In 2013 we moved to Reno and I became sort of a local celebrity. I had traveled to Greece and Rome with FutureChurch and was frequently called upon to speak to women’s groups about my pilgrimages. Our bishop was openly in favor of women’s ordination to the diaconate, Pope Francis seemed to be the Pope we had prayed for; I thought I had found my spiritual home. But here I find myself again, wondering what God is calling me to in a church that seems intent on continued subjugation of women and turning a deaf ear to the working of the Holy Spirit. I’ve found myself experiencing a dark night of the soul, I stopped going to Mass (long before COVID), I stopped reading Scripture, I stopped reading the books I loved about women in Scripture, I have become angry, disappointed and feeling very alone. The only thing I kept reading were my emails from FutureChurch, which has become my anchor to a faith life which seems to be drowning. So here I am, seeking to discern what this God who won’t abandon me, wants from me. Here I am, Lord!

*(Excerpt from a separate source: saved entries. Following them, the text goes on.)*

class PlansPanel(BedsidePanel):
    """Plans from the fitted case: the cards, the side-by-side table, the curves.

    ``gate``: whether the tab is on screen; the curves are redrawn only while it is.
    """

    def __init__(self, state: BedsideState, gate: Gate | None = None, **params):
        super().__init__(state, **params)
        stack = state.plan_stack
        self._new = action_button(
            "New plan", "o2-bs-plan-new", stack.add_plan, color="primary", width=110
        )
        self._message = message_pane("o2-bs-plan-msg")
        self._cards = [PlanCard(state, i) for i in range(MAX_PLANS)]
        self._table = table_pane("o2-bs-plan-table")
        self._table.stylesheets = [*self._table.stylesheets, PLAN_CSS]
        self._build_figure()
        self._layout = pn.Column(
            heading("5 · Plans from the fitted case, side by side with the patient"),
            pn.pane.HTML(
                "A plan is a stack of changes applied in order to the fitted case (transfuse, "
                "then FiO2, then cool...). Up to four; each keeps its line style in the table "
                "and on the curve. Add a ranked what-if with <b>Add to plan</b> above.",
                styles=NOTE_STYLE,
                margin=(0, 10),
                sizing_mode="stretch_width",
            ),
            pn.Row(self._new, self._message, sizing_mode="stretch_width"),
            pn.FlexBox(*self._cards, sizing_mode="stretch_width"),
            self._table,
            pn.Column(
                pn.pane.Bokeh(self._fig, sizing_mode="stretch_width"),
                css_classes=["o2-bs-plan-curve"],
                sizing_mode="stretch_width",
            ),
            css_classes=["o2-bs-plans"],
            sizing_mode="stretch_width",
        )
        stack.param.watch(self._update, ["plans", "outcomes", "base", "plan_message"])
        state.case.param.watch(self._update, ["pressure_unit", "hb_unit"])
        later = Deferred(self._draw, gate)
        stack.param.watch(later, ["outcomes", "base"])
        state.case.param.watch(later, ["pressure_unit"])
        self._update()
        self._draw()

    # ------------------------------------------------------------------ figure
    def _build_figure(self) -> None:
        fig = saturation_figure(360, "", "14px")
        self._band = ColumnDataSource(data={"x": [], "low": [], "high": []})
        self._patient = ColumnDataSource(data={"x": [], "y": []})
        self._patient_pts = ColumnDataSource(data={"x": [], "y": []})
        fig.varea(
            "x",
            "low",
            "high",
            source=self._band,
            fill_color=ARTERIAL,
            fill_alpha=0.16,
            legend_label="spread of the 4 curve models",
        )
        fig.line(
            "x",
            "y",
            source=self._patient,
            color=ARTERIAL,
            line_width=6,
            line_alpha=0.55,
            legend_label="patient (fitted)",
        )
        fig.scatter(
            "x",
            "y",
            source=self._patient_pts,
            marker="circle",
            size=11,
            color=ARTERIAL,
            line_color="white",
            line_width=2,
        )
        self._plan_lines, self._plan_pts, self._items = [], [], []
        for i, (color, pattern, marker) in enumerate(PLAN_STYLES):
            line_src = ColumnDataSource(data={"x": [], "y": []})
            pts_src = ColumnDataSource(data={"x": [], "y": []})
            line = fig.line(
                "x", "y", source=line_src, color=color, line_width=2.5, line_dash=list(pattern)
            )
            pts = fig.scatter(
                "x",
                "y",
                source=pts_src,
                marker=marker,
                size=12,
                color=color,
                line_color="white",
                line_width=1.5,
            )
            item = LegendItem(label=f"plan {i + 1}", renderers=[line, pts], visible=False)
            fig.legend.items.append(item)
            self._plan_lines.append(line_src)
            self._plan_pts.append(pts_src)
            self._items.append(item)
        fig.legend.location = "bottom_right"
        fig.legend.label_text_font_size = "12px"
        fig.legend.background_fill_alpha = 0.85
        self._fig = fig

    def _draw(self, *_events) -> None:
        st = self._state
        view = st.plan_stack.curves()
        unit = st.case.pressure_unit
        self._fig.xaxis.axis_label = f"PO2 ({unit}) at each case's own temperature"
        patient = view["patient"]
        if patient is None:
            self._fig.title.text = "Plans: fit the model to a measured gas first"
            for src in (self._band, self._patient, self._patient_pts, *self._plan_lines):
                set_data(src, {k: [] for k in src.data})
            for src in self._plan_pts:
                set_data(src, {"x": [], "y": []})
            for item in self._items:
                item.visible = False
            return
        self._fig.title.text = (
            "Arterial curve of the patient and of each plan · of each marker, the upper point "
            "is arterial, the lower venous"
        )
        self._fig.x_range.end = view["x_max"]
        low, high = view["band"]
        set_data(self._band, {"x": view["x"], "low": low, "high": high})
        set_data(self._patient, {"x": patient["x"], "y": patient["y"]})
        set_data(
            self._patient_pts,
            {
                "x": [patient["arterial_point"][0], patient["venous_point"][0]],
                "y": [patient["arterial_point"][1], patient["venous_point"][1]],
            },
        )
        for i in range(MAX_PLANS):
            plan = view["plans"][i] if i < len(view["plans"]) else None
            if plan is None:
                set_data(self._plan_lines[i], {"x": [], "y": []})
                set_data(self._plan_pts[i], {"x": [], "y": []})
                self._items[i].visible = False
                continue
            set_data(self._plan_lines[i], {"x": plan["x"], "y": plan["y"]})
            set_data(
                self._plan_pts[i],
                {
                    "x": [plan["arterial_point"][0], plan["venous_point"][0]],
                    "y": [plan["arterial_point"][1], plan["venous_point"][1]],
                },
            )
            self._items[i].label = {"value": plan["name"]}
            self._items[i].visible = True

    # ------------------------------------------------------------------ numbers
    def _update(self, *_events) -> None:
        stack = self._state.plan_stack
        for card in self._cards:
            card.refresh()
        self._new.disabled = len(stack.plans) >= MAX_PLANS
        bad = stack.plan_message.startswith(("Not ", "Choose", "Add a plan", "Fit the"))
        show(self._message, stack.plan_message, error=bad)
        rows = stack.compare_rows()
        if not rows:
            waiting = (
                "The plans are kept: press <b>Fit model to these measurements</b> to solve "
                "them from this gas."
                if stack.plans
                else "Fit the model to a measured gas: plans are solved from the fitted case."
            )
            self._table.object = (
                f"<p style='color:#46545c'>{waiting}</p>" if stack.fitting.fit is None else ""
            )
            return
        names = stack.column_names()
        patient = f"{style_swatch(None)}<br>{html.escape(names[0])}"
        heads = [f"<th class='plan' style='text-align:right'>{patient}</th>"]
        for i, name in enumerate(names[1:]):
            steps = "; ".join(stack.steps_text(i)) or "no changes"
            heads.append(
                f"<th class='plan' style='text-align:right' data-plan='{i}'>{style_swatch(i)}<br>"
                f"{html.escape(name)}<div class='steps'>{html.escape(steps)}</div></th>"
            )
        body = []
        for row in rows:
            cells = []
            for j, cell in enumerate(row.cells):
                if j and stack.outcomes[j - 1].error:
                    cells.append("<td class='err'>not solved</td>")
                    continue
                delta = f"<div class='d'>{html.escape(cell.delta)}</div>" if j else ""
                sp = (
                    f"<div class='sp'>models {html.escape(cell.spread)}</div>"
                    if cell.spread
                    else ""
                )
                cells.append(f"<td class='num'><b>{html.escape(cell.value)}</b>{delta}{sp}</td>")
            body.append(
                f"<tr data-key='{row.key}'><td>{html.escape(row.label)}</td>"
                f"<td>{html.escape(row.unit)}</td>{''.join(cells)}</tr>"
            )
        self._table.object = (
            "<table class='o2t o2-bs-plan-cmp'><tr><th>Quantity</th><th>Unit</th>"
            f"{''.join(heads)}</tr>{''.join(body)}</table>"
            "<div class='src'>Plan columns: value, then change from the patient. "
            "'models': lowest–highest of the four curve models (Severinghaus 1979, Dash 2016, "
            "Siggaard-Andersen 1990, Hill 1910) reading the same PO2s. PaO2 and PvO2 as a "
            "37 °C analyser reads them, as the measured gas does.</div>"
        )
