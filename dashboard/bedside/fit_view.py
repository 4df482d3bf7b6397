"""The fit panel of the bedside screen: verdict, fitted parameters, residuals, use it."""

from __future__ import annotations

import html

import panel as pn

from .panes import (
    ERROR_STYLE,
    NOTE_STYLE,
    OK_STYLE,
    BedsidePanel,
    action_button,
    heading,
    message_pane,
    show,
    table_pane,
)
from .state import BedsideState
from .wording import fit_words


class FitPanel(BedsidePanel):
    """Fit the model to the measurement; residuals, verdict, and making it the live case."""

    def __init__(self, state: BedsideState, **params):
        super().__init__(state, **params)
        self._fit = action_button(
            "Fit model to these measurements",
            "o2-bs-fit",
            state.fitting.fit_measured,
            color="primary",
            width=260,
        )
        self._use = action_button(
            "Use fitted case",
            "o2-bs-use-fit",
            state.use_fitted,
            color="success",
            width=160,
            disabled=True,
        )
        self._verdict = pn.pane.HTML(
            "", css_classes=["o2-bs-fit-verdict"], sizing_mode="stretch_width"
        )
        self._table = table_pane("o2-bs-residuals")
        self._applied = message_pane("o2-bs-fit-applied")
        self._layout = pn.Column(
            heading("3 · Fit to the patient"),
            pn.Row(self._fit, self._use),
            self._verdict,
            self._table,
            self._applied,
            sizing_mode="stretch_width",
        )
        # Every accepted measurement sets the fit anew (to None at least): watching the
        # fit's parameters even when set to an equal value follows it with one update.
        state.fitting.param.watch(
            self._update,
            ["fit", "fit_message", "fitted_applied", "applied_lever"],
            onlychanged=False,
        )
        state.case.param.watch(self._update, ["pressure_unit"])
        self._update()

    def _update(self, *_events) -> None:
        st = self._state.fitting
        fit = st.fit
        self._fit.disabled = not st.entry.measured
        self._use.disabled = fit is None
        if fit is None:
            text = st.fit_message or (
                "Fits shunt (venous admixture), VO2 when venous values are given, and a P50 "
                "offset when co-oximetry disagrees with the curve."
            )
            bad = text.startswith(("Not fitted", "Case not applied"))
            self._verdict.object = html.escape(text)
            self._verdict.styles = ERROR_STYLE if bad else NOTE_STYLE
            self._table.object = ""
            show(self._applied, "")
            return
        style = OK_STYLE if fit.consistent else ERROR_STYLE
        self._verdict.object = ("✓ " if fit.consistent else "⚠ ") + html.escape(st.fit_summary())
        self._verdict.styles = {**style, "font-weight": "600"}
        params = "".join(
            f"<tr data-key='{r.key}'><td>{html.escape(r.label)}</td>"
            f"<td class='val'>{html.escape(r.value)}</td><td>{html.escape(r.unit)}</td></tr>"
            for r in st.fitted_rows()
        )
        resid = "".join(
            f"<tr class='{'ok' if row[6] == 'match' else 'off'}' data-key='{html.escape(row[0])}'>"
            f"<td>{html.escape(row[0])} <span class='src'>{html.escape(row[4])}</span></td>"
            f"<td class='val'>{html.escape(row[1])}</td>"
            f"<td class='val'>{html.escape(row[2])}</td><td class='delta'>{html.escape(row[3])}</td>"
            f"<td class='range'>{html.escape(row[5])}</td>"
            f"<td>{'✓ match' if row[6] == 'match' else '✗ off'}</td></tr>"
            for row in st.fit_rows()
        )
        assumed = "".join(
            f"<li>{html.escape(fit_words(self._state.case, a))}</li>" for a in fit.assumptions
        )
        self._table.object = (
            "<table class='o2t'><tr><th>Fitted parameter</th><th style='text-align:right'>"
            f"Value</th><th>Unit</th></tr>{params}</table>"
            "<table class='o2t o2-bs-res' style='margin-top:8px'><tr><th>Quantity</th>"
            "<th style='text-align:right'>Measured</th><th style='text-align:right'>Model</th>"
            "<th style='text-align:right'>Model − measured</th><th></th><th></th></tr>"
            f"{resid}</table>"
            + (
                f"<div style='font-size:12px;color:#46545c'><b>Assumed:</b><ul>{assumed}</ul></div>"
                if assumed
                else ""
            )
        )
        show(
            self._applied,
            f"Fitted case kept as the baseline; live case: {st.applied_lever}."
            if st.fitted_applied and st.applied_lever
            else "Fitted case is the live case and the baseline: the Model inputs tab compares "
            "against it."
            if st.fitted_applied
            else "",
        )
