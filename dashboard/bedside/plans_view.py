"""The what-if panel of the bedside screen: settings, ranked table, apply one."""

from __future__ import annotations

import html

import panel as pn

from .panes import BedsidePanel, action_button, heading, message_pane, show, table_pane
from .plans_compare_view import LeverToPlan
from .state import BedsideState


class WhatIfTable(BedsidePanel):
    """Ranked what-ifs from the fitted case, their settings, and applying one."""

    def __init__(self, state: BedsideState, **params):
        super().__init__(state, **params)
        s = state.plans.param
        self._rank = pn.widgets.Select.from_param(
            s.rank_by, css_classes=["o2-bs-rank-by"], width=250
        )
        self._target_hb = pn.widgets.FloatInput(
            label=self._hb_label(),
            value=state.plans.target_hb_display(),
            css_classes=["o2-bs-target-hb"],
            width=190,
        )
        self._target_hb.param.watch(self._typed_hb, "value")
        self._stored = pn.widgets.Checkbox.from_param(
            s.stored_blood, css_classes=["o2-bs-stored-blood"], align="end"
        )
        self._shunt = pn.widgets.FloatInput.from_param(
            s.shunt_change_points, css_classes=["o2-bs-shunt-change"], width=250
        )
        self._cool = pn.widgets.FloatInput.from_param(
            s.cooling_to_c, css_classes=["o2-bs-cool-to"], width=150
        )
        self._co = pn.widgets.FloatInput.from_param(
            s.cardiac_output_factor, css_classes=["o2-bs-co-factor"], width=170
        )
        self._pick = pn.widgets.Select(
            label="What-if to apply", options={}, css_classes=["o2-bs-lever-pick"], width=360
        )
        self._apply = action_button(
            "Apply what-if",
            "o2-bs-apply-lever",
            lambda: state.apply_lever(self._pick.value),
            color="primary",
            align="end",
            width=140,
            disabled=True,
        )
        self._table = table_pane("o2-bs-levers")
        self._message = message_pane("o2-bs-lever-msg")
        self._layout = pn.Column(
            heading("4 · What-ifs from the fitted case, ranked"),
            pn.Row(self._rank, self._target_hb, self._stored),
            pn.Row(self._shunt, self._cool, self._co),
            self._table,
            pn.Row(self._pick, self._apply, LeverToPlan(state, self._pick)),
            self._message,
            sizing_mode="stretch_width",
        )
        self._order: tuple[str, ...] = ()
        state.plans.param.watch(self._update, ["lever_table", "lever_message"])
        state.plans.param.watch(self._refresh_hb, ["target_hb_g_dl"])
        state.case.param.watch(self._refresh_hb, ["hb_unit"])
        state.case.param.watch(self._update, ["pressure_unit", "hb_unit"])
        self._syncing = False
        self._update()

    def _hb_label(self) -> str:
        return f"Transfusion target Hb ({self._state.case.hb_unit})"

    def _typed_hb(self, event) -> None:
        if self._syncing:
            return
        if not self._state.plans.set_target_hb_display(event.new):
            self._refresh_hb()

    def _refresh_hb(self, *_events) -> None:
        self._syncing = True
        try:
            self._target_hb.label = self._hb_label()
            self._target_hb.value = self._state.plans.target_hb_display()
        finally:
            self._syncing = False

    def _update(self, *_events) -> None:
        st = self._state.plans
        rows = st.lever_rows()
        if not rows:
            self._table.object = (
                "<p style='color:#46545c'>Fit the model to a measured gas: the what-ifs are "
                "predicted from the fitted case.</p>"
            )
        else:
            head = st.lever_head()
            th = "".join(
                f"<th style='text-align:{'right' if 1 < i < 7 else 'left'}'>{html.escape(h)}</th>"
                for i, h in enumerate(head)
            )
            body = []
            for i, row in enumerate(rows):
                cls = "best" if i == 0 else ""
                cells = "".join(
                    f"<td class='delta'>{html.escape(c)}</td>"
                    if 1 < j < 7
                    else f"<td class='range'>{html.escape(c)}</td>"
                    if j == 7
                    else f"<td class='lever'>{html.escape(c)}</td>"
                    if j == 1
                    else f"<td>{html.escape(c)}</td>"
                    for j, c in enumerate(row)
                )
                body.append(f"<tr class='{cls}' data-key='{st.lever_table[i].key}'>{cells}</tr>")
            self._table.object = f"<table class='o2t o2-bs-lv'><tr>{th}</tr>{''.join(body)}</table>"
        choices = st.lever_choices()
        order = tuple(choices.items())  # labels too: they follow the display units
        if order != self._order:
            # A new ranking: the picker lists it in rank order with the best chosen. A
            # reordered dict compares equal to the old one and would not be sent, so the
            # options are emptied first.
            self._order = order
            self._pick.options = {}
            self._pick.options = choices
            if order:
                self._pick.value = order[0][1]
        self._apply.disabled = not choices
        bad = st.lever_message.startswith(("What-ifs not", "Transfusion target", "Case not"))
        show(self._message, st.lever_message, error=bad)
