"""The measured-values form of the bedside screen (watches ``state.entry``)."""

from __future__ import annotations

import html

import panel as pn

from .entry import FORM_GROUPS, required_keys
from .panes import NOTE_STYLE, BedsidePanel, action_button, heading, message_pane, show
from .state import BedsideState

SOURCE_PICKERS = (
    ("altitude_m", "pressure_source", "o2-bs-pressure-source"),
    ("cardiac_output_l_min", "flow_source", "o2-bs-flow-source"),
)
"""(field the picker stands above, parameter of the entry, CSS class) of the two pickers
that choose which of a pair of fields is typed."""


class MeasuredEntry(BedsidePanel):
    """Typed measured values, grouped as on a gas report; Calculate checks all at once."""

    def __init__(self, state: BedsideState, **params):
        super().__init__(state, **params)
        entry = self._entry = state.entry
        self._required = frozenset(required_keys())
        self._inputs: dict[str, pn.widgets.FloatInput] = {}
        self._messages: dict[str, pn.pane.HTML] = {}
        self._cells: dict[str, pn.Column] = {}
        self._syncing = False
        cards = []
        for title, keys in FORM_GROUPS:
            cells = []
            for key in keys:
                cells.append(self._cell(key))
            extra = [
                pn.widgets.RadioButtonGroup.from_param(
                    entry.param[name], css_classes=[css], sizing_mode="stretch_width"
                )
                for first, name, css in SOURCE_PICKERS
                if first in keys
            ]
            cards.append(
                pn.Card(
                    *extra,
                    pn.GridBox(*cells, ncols=2, sizing_mode="stretch_width"),
                    title=title,
                    collapsed=False,
                    sizing_mode="stretch_width",
                    header_background="#e6efee",
                    margin=(3, 2),
                )
            )
        self._calculate = action_button(
            "Calculate", "o2-bs-calculate", entry.calculate, color="primary", width=130
        )
        self._example = action_button(
            "Fill invented example", "o2-bs-example", entry.fill_example, width=170
        )
        self._clear = action_button("Clear", "o2-bs-clear", entry.clear_entry, width=80)
        self._status = message_pane("o2-bs-entry-status")
        self._layout = pn.Column(
            heading("1 · Measured values"),
            pn.pane.HTML(
                "Lactate is shown, not modelled. Leave optional fields empty. FiO2 and Hb "
                "here are the patient's measurement; the Model inputs sidebar holds the model "
                "case, which <b>Use fitted case</b> fills from this gas.",
                styles=NOTE_STYLE,
                margin=(0, 10),
            ),
            *cards,
            pn.Row(self._calculate, self._example, self._clear),
            self._status,
            css_classes=["o2-bs-entry"],
            sizing_mode="stretch_width",
        )
        entry.param.watch(self._refresh_values, ["draft_version"])
        state.case.param.watch(self._refresh_values, ["pressure_unit", "hb_unit"])
        entry.param.watch(self._visibility, ["pressure_source", "flow_source"])
        entry.param.watch(self._errors, ["field_errors", "entry_message"])
        self._visibility()

    def _cell(self, key: str) -> pn.Column:
        widget = pn.widgets.FloatInput(
            label=self._state.display_label(key),
            value=self._entry.draft_display(key),
            placeholder="required" if key in self._required else "optional",
            css_classes=["o2-bs-in", f"o2-bs-in-{key}"],
            sizing_mode="stretch_width",
            margin=(2, 6),
        )
        msg = pn.pane.HTML(
            "",
            visible=False,
            css_classes=["o2-bs-msg", f"o2-bs-msg-{key}"],
            styles={"color": "#9a1b1b", "font-size": "12px"},
            margin=(0, 6, 4, 6),
        )
        widget.param.watch(lambda e, k=key: self._typed(k, e.new), "value")
        self._inputs[key], self._messages[key] = widget, msg
        cell = pn.Column(widget, msg, margin=0, sizing_mode="stretch_width")
        self._cells[key] = cell
        return cell

    def _typed(self, key: str, value) -> None:
        if not self._syncing:
            self._entry.set_draft(key, value)

    def _refresh_values(self, *_events) -> None:
        self._syncing = True
        try:
            for key, widget in self._inputs.items():
                widget.label = self._state.display_label(key)
                shown = self._entry.draft_display(key)
                # Panel sends None as NaN (shown as "NaN"); -inf is its own spelling of
                # an empty box.
                widget.value = float("-inf") if shown is None else shown
        finally:
            self._syncing = False

    def _visibility(self, *_events) -> None:
        active = set(self._entry.active_keys())
        for key, cell in self._cells.items():
            cell.visible = key in active

    def _errors(self, *_events) -> None:
        entry = self._entry
        for key, msg in self._messages.items():
            text = entry.field_errors.get(key, "")
            msg.object, msg.visible = html.escape(text), bool(text)
        show(self._status, entry.entry_message, error=bool(entry.field_errors))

7 thoughts on “Barbara’s Spiritual Bio

  1. Hi Barbara, thank you for your post. I was struck by the transformation you experienced with the Women in Scripture class that started with the “pagan” ritual. I think it is courageous to name those sort of transformations. It reminds me of my own transformations and moments when I have been surprised to see my judgement turn into appreciation. In that class, was it a particular reading or moment that changed things for you?

    1. There was no “ah ha” moment that changed things for me. I even thought about dropping her class but the Spirit prevailed! My awakening was slow, but once my eyes were opened, there was no turning back! I eventually apologized to the professor for my indignation and closed mindedness. As Cecelia said in her WOC keynote address, “La realidad cannot be contained by what we want to see.”

  2. Hi Barb, I was so pleasantly surprised to see that you joined this group after all! Thank you for your sharing as I was able to get more insight into your journey. Thank you for your comments in my own bio. It has been a long time that we’ve known each other, but more keeps getting revealed. Here’s to whatever ways Sophia shows us along the next path of our journey! Blessings to you!

  3. Hi Barb,
    “So here I am, seeking to discern what this God who won’t abandon me, wants from me. Here I am, Lord!”
    Amen. These are such wise words for me right now. Thank you.

  4. Hi Barbara – what a road you have travelled. I am in awe of your continual searching. I am grateful to be on this part of the journey with you. Diane

  5. Barbara, thank you for sharing your story. I think it is great that you are choosing to be a part of this group while undergoing a “dark night of the soul.” We have all been there, probably more than once. That is definitely a good time to seek community. ! All best, Jeannine

  6. Hi Barb, I enjoyed reading your introduction and appreciate your journey in which you have been open to being surprised and delighted by the opportunities the Holy Spirit has placed on your path.